_EXERCISE OBJECTIVE_
Read the data below line by line and copy each one with "demandMaker" in it.

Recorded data
☆ ☆ ☆ ☆ ☆ ☆ ☆
import type { Knex } from 'knex';
import type { AskToSpeak, DeskMakerRequest, MakerRequest } from '../../shared/contract/makers.js';
import { hashOfToken, newMailedToken } from '../accounts/mailed-token.js';
import type { MakerRole } from '../accounts/maker-role.js';
import type { AuditLog } from '../audit/audit.js';
import { AlreadyThere, FieldNotValid, NotAllowed, NotFound, ProblemError } from '../http/problems.js';
import type { MakerMail } from '../mail/maker-mail.js';
import type { DeskClaims } from '../moderation/claims.js';
import { isOpen, makerRequestStore as requests, type MakerRequestRow } from './maker-request.store.js';
import { makerStore as makers, type MakerRow } from './maker.store.js';
import { domainOf, isPublicMailDomain } from './public-mail-domains.js';

const proofLife = 24 * 60 * 60 * 1000;

export interface SpeakingParts {
  readonly knex: Knex;
  readonly clock: () => Date;
  readonly mail: MakerMail;
  readonly audit: AuditLog;
  readonly makerRole: MakerRole;
  readonly claims: Pick<DeskClaims, 'demandFree'>;
}

export type SpeakingService = ReturnType<typeof createSpeakingService>;

/** Who speaks for a maker: asking, proving by mail, deciding, ending. */
export function createSpeakingService({ knex, clock, mail, audit, makerRole, claims }: SpeakingParts) {
  return {
    /** Mails the link or lays the request on the desk; one that waits for mail gives way to the new one. */
    async ask(accountId: number, slug: string, wish: AskToSpeak): Promise<MakerRequest> {
      const { id: makerId } = await demandMaker(slug);
      return knex.transaction(async (trx) => {
        const maker = (await makers.hold(trx, makerId))!;
        if (wish.how === 'mail') demandProvingAddress(wish.address, maker);
        if (await makers.speaks(trx, accountId, maker.id))
          throw new AlreadyThere(`You speak for ${maker.name} already.`, 'Open its page.');
        const before = await requests.latest(trx, accountId, maker.id);
        if (before?.state === 'waiting')
          throw new AlreadyThere(
            'Your request waits at the desk already.',
            'Wait for the desk, or take it back first.',
          );
        const at = clock();
        if (before?.state === 'waiting-for-mail')
          await requests.decide(trx, before.id, { state: 'ended', by: null, reason: 'Asked again.', at });
        const id = await requests.add(trx, {
          accountId,
          makerId: maker.id,
          how: wish.how,
          state: wish.how === 'mail' ? 'waiting-for-mail' : 'waiting',
          note: wish.how === 'mail' ? '' : wish.note,
          at,
        });
        const request = (await requests.byId(trx, id))!;
        if (wish.how === 'mail') await mailProof(trx, request, maker, wish.address);
        await note(trx, accountId, 'maker-request-made', request, maker);
        return toRequest(request);
      });
    },

    /** The link is good for the account that asked for it only: the mailbox alone grants nothing. */
    async prove(accountId: number, token: string): Promise<{ maker: MakerRow }> {
      return knex.transaction(async (trx) => {
        const proof = await requests.useProof(trx, hashOfToken(token), clock());
        const request = proof && (await requests.byId(trx, proof.requestId));
        const maker = request && (await makers.hold(trx, request.makerId));
        if (
          !maker ||
          request.accountId !== accountId ||
          request.state !== 'waiting-for-mail' ||
          domainOf(proof.address) !== maker.mailDomain
        )
          throw new ProblemError(
            'token-not-valid',
            422,
            'The link is used up, expired, not complete, or was mailed for another account.',
            'Sign in as the one who asked, or ask for a new link on the page of the maker.',
          );
        await grant(trx, request, maker, null, null);
        return { maker };
      });
    },

    /** Of their own will: what waits is taken back, what was granted ends. Nothing to end is no error. */
    async stop(accountId: number, slug: string): Promise<void> {
      const { id } = await demandMaker(slug);
      await knex.transaction(async (trx) => {
        const maker = (await makers.hold(trx, id))!;
        const request = await requests.latest(trx, accountId, maker.id);
        const spoke = await makers.removeSpeaker(trx, accountId, maker.id);
        const at = clock();
        if (request && (isOpen(request) || request.state === 'granted')) {
          await requests.decide(trx, request.id, { state: 'ended', by: accountId, reason: null, at });
          await note(trx, accountId, spoke ? 'speaking-stopped' : 'maker-request-taken-back', request, maker);
        }
        if (spoke) await takeRole(trx, accountId, accountId);
      });
    },

    async readRequest(id: number): Promise<DeskMakerRequest> {
      const request = await requests.byId(knex, id);
      if (!request) throw noSuchRequest();
      const [[maker], speakers] = await Promise.all([
        makers.byIds(knex, [request.makerId]),
        makers.speakers(knex, request.makerId),
      ]);
      const { slug, name, mailDomain } = maker!;
      return {
        ...toRequest(request),
        maker: { id: request.makerId, slug, name },
        person: { id: request.accountId, displayName: request.displayName },
        mailDomain,
        speakers: speakers.map(({ since: _, ...person }) => person),
      };
    },

    /** ClaimedByAnother while another moderator has it in hand. */
    async decide(
      id: number,
      moderatorId: number,
      { granted, reason }: { granted: boolean; reason: string },
    ): Promise<void> {
      const found = await requests.byId(knex, id);
      if (!found) throw noSuchRequest();
      if (found.accountId === moderatorId)
        throw new NotAllowed('Nobody decides their own request.', 'Ask another moderator.');
      await claims.demandFree({ kind: 'maker-request', id }, moderatorId);
      await knex.transaction(async (trx) => {
        const maker = (await makers.hold(trx, found.makerId))!;
        const request = (await requests.byId(trx, id))!;
        if (!isOpen(request)) throw new AlreadyThere('This request is decided already.', 'Read it again.');
        if (granted) return grant(trx, request, maker, moderatorId, reason);
        const decision = { state: 'declined', by: moderatorId, reason, at: clock() } as const;
        await requests.decide(trx, id, decision);
        await note(trx, moderatorId, 'maker-request-declined', request, maker, reason);
        await tellAsker(trx, request, maker, false, reason);
      });
    },

    /** A moderator ends that somebody speaks for a maker. NotFound where they do not. */
    async end(slug: string, moderatorId: number, accountId: number, reason: string): Promise<void> {
      const { id } = await demandMaker(slug);
      await knex.transaction(async (trx) => {
        const maker = (await makers.hold(trx, id))!;
        if (!(await makers.removeSpeaker(trx, accountId, maker.id)))
          throw new NotFound('They do not speak for this maker.', 'Read the page again.');
        await takeRole(trx, accountId, moderatorId);
        const request = await requests.latest(trx, accountId, maker.id);
        if (!request) return;
        await requests.decide(trx, request.id, { state: 'ended', by: moderatorId, reason, at: clock() });
        await note(trx, moderatorId, 'speaking-ended', request, maker, reason);
        await mail.queueSpeakingEnded(trx, {
          requestId: request.id,
          accountId,
          makerName: maker.name,
          makerSlug: maker.slug,
          reason,
        });
      });
    },

    async changeAddresses(
      slug: string,
      moderatorId: number,
      addresses: { mailDomain: string | null; contactAddress: string | null },
    ): Promise<void> {
      if (addresses.mailDomain !== null && isPublicMailDomain(addresses.mailDomain))
        throw new FieldNotValid(
          'mailDomain',
          'is one at which anybody can have an address',
          "Name the maker's own domain, or leave it empty and decide requests by hand.",
        );
      const maker = await demandMaker(slug);
      await knex.transaction(async (trx) => {
        await makers.setAddresses(trx, maker.id, addresses);
        await audit.note(trx, {
          actorId: moderatorId,
          action: 'maker-addresses-changed',
          subject: { kind: 'maker', id: maker.id, name: maker.name },
          details: {
            from: { mailDomain: maker.mailDomain, contactAddress: maker.contactAddress },
            to: addresses,
          },
        });
      });
    },
  };

  async function demandMaker(slug: string): Promise<MakerRow> {
    const maker = await makers.bySlug(knex, slug);
    if (!maker) throw new NotFound('There is no maker of that name.');
    return maker;
  }

  async function mailProof(
    trx: Knex.Transaction,
    request: MakerRequestRow,
    maker: MakerRow,
    address: string,
  ): Promise<void> {
    const at = clock();
    const { token, hash } = newMailedToken();
    const expiresAt = new Date(at.getTime() + proofLife);
    const proofId = await requests.addProof(trx, { requestId: request.id, address, hash, expiresAt, at });
    await mail.queueMakerProof(trx, {
      proofId,
      accountId: request.accountId,
      address,
      displayName: request.displayName,
      makerName: maker.name,
      token,
    });
  }

  async function grant(
    trx: Knex.Transaction,
    request: MakerRequestRow,
    maker: MakerRow,
    by: number | null,
    reason: string | null,
  ): Promise<void> {
    const at = clock();
    await requests.decide(trx, request.id, { state: 'granted', by, reason, at });
    await makers.addSpeaker(trx, request.accountId, maker.id, at);
    await makerRole.give(trx, request.accountId, by);
    await note(trx, by, 'maker-request-granted', request, maker, reason ?? 'Proved by mail.');
    await tellAsker(trx, request, maker, true, reason);
  }

  /** Only whoever speaks for no other maker stops being one. */
  async function takeRole(trx: Knex.Transaction, accountId: number, by: number): Promise<void> {
    if ((await makers.spokenFor(trx, accountId)).length === 0) await makerRole.take(trx, accountId, by);
  }

  async function tellAsker(
    trx: Knex,
    request: MakerRequestRow,
    maker: MakerRow,
    granted: boolean,
    reason: string | null,
  ): Promise<void> {
    await mail.queueMakerRequestDecided(trx, {
      requestId: request.id,
      accountId: request.accountId,
      makerName: maker.name,
      makerSlug: maker.slug,
      granted,
      reason,
    });
  }

  async function note(
    trx: Knex,
    actorId: number | null,
    action: string,
    request: MakerRequestRow,
    maker: MakerRow,
    reason = '',
  ): Promise<void> {
    await audit.note(trx, {
      actorId,
      action,
      subject: { kind: 'maker-request', id: request.id, name: `${request.displayName} for ${maker.name}` },
      reason,
    });
  }
}

/** FieldNotValid unless mail to the address proves that one belongs to the maker. */
function demandProvingAddress(address: string, maker: MakerRow): void {
  const remedy = 'Ask the desk instead.';
  if (maker.mailDomain === null)
    throw new FieldNotValid('address', `proves nothing: no mail domain of ${maker.name} is known`, remedy);
  const domain = domainOf(address);
  if (isPublicMailDomain(domain))
    throw new FieldNotValid('address', 'is at a domain where anybody can have one', remedy);
  if (domain !== maker.mailDomain)
    throw new FieldNotValid(
      'address',
      `is not at ${maker.mailDomain}`,
      `Name one that ends in @${maker.mailDomain}, or ask the desk instead.`,
    );
}

function noSuchRequest(): NotFound {
  return new NotFound('There is no such request.', 'Read the list again.');
}

export function toRequest(row: MakerRequestRow): MakerRequest {
  const { id, state, how, note, reason, createdAt, decidedAt } = row;
  return {
    id,
    state,
    how,
    note,
    reason,
    createdAt: createdAt.toISOString(),
    decidedAt: decidedAt?.toISOString() ?? null,
  };
}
☆ ☆ ☆ ☆ ☆ ☆ ☆
_ANSWER SECTION_
      const { id: makerId } = await demandMaker(slug);
      const { id } = await demandMaker(slug);
      const { id } = await demandMaker(slug);
      const maker = await demandMaker(slug);
  async function demandMaker(slug: string): Promise<MakerRow> {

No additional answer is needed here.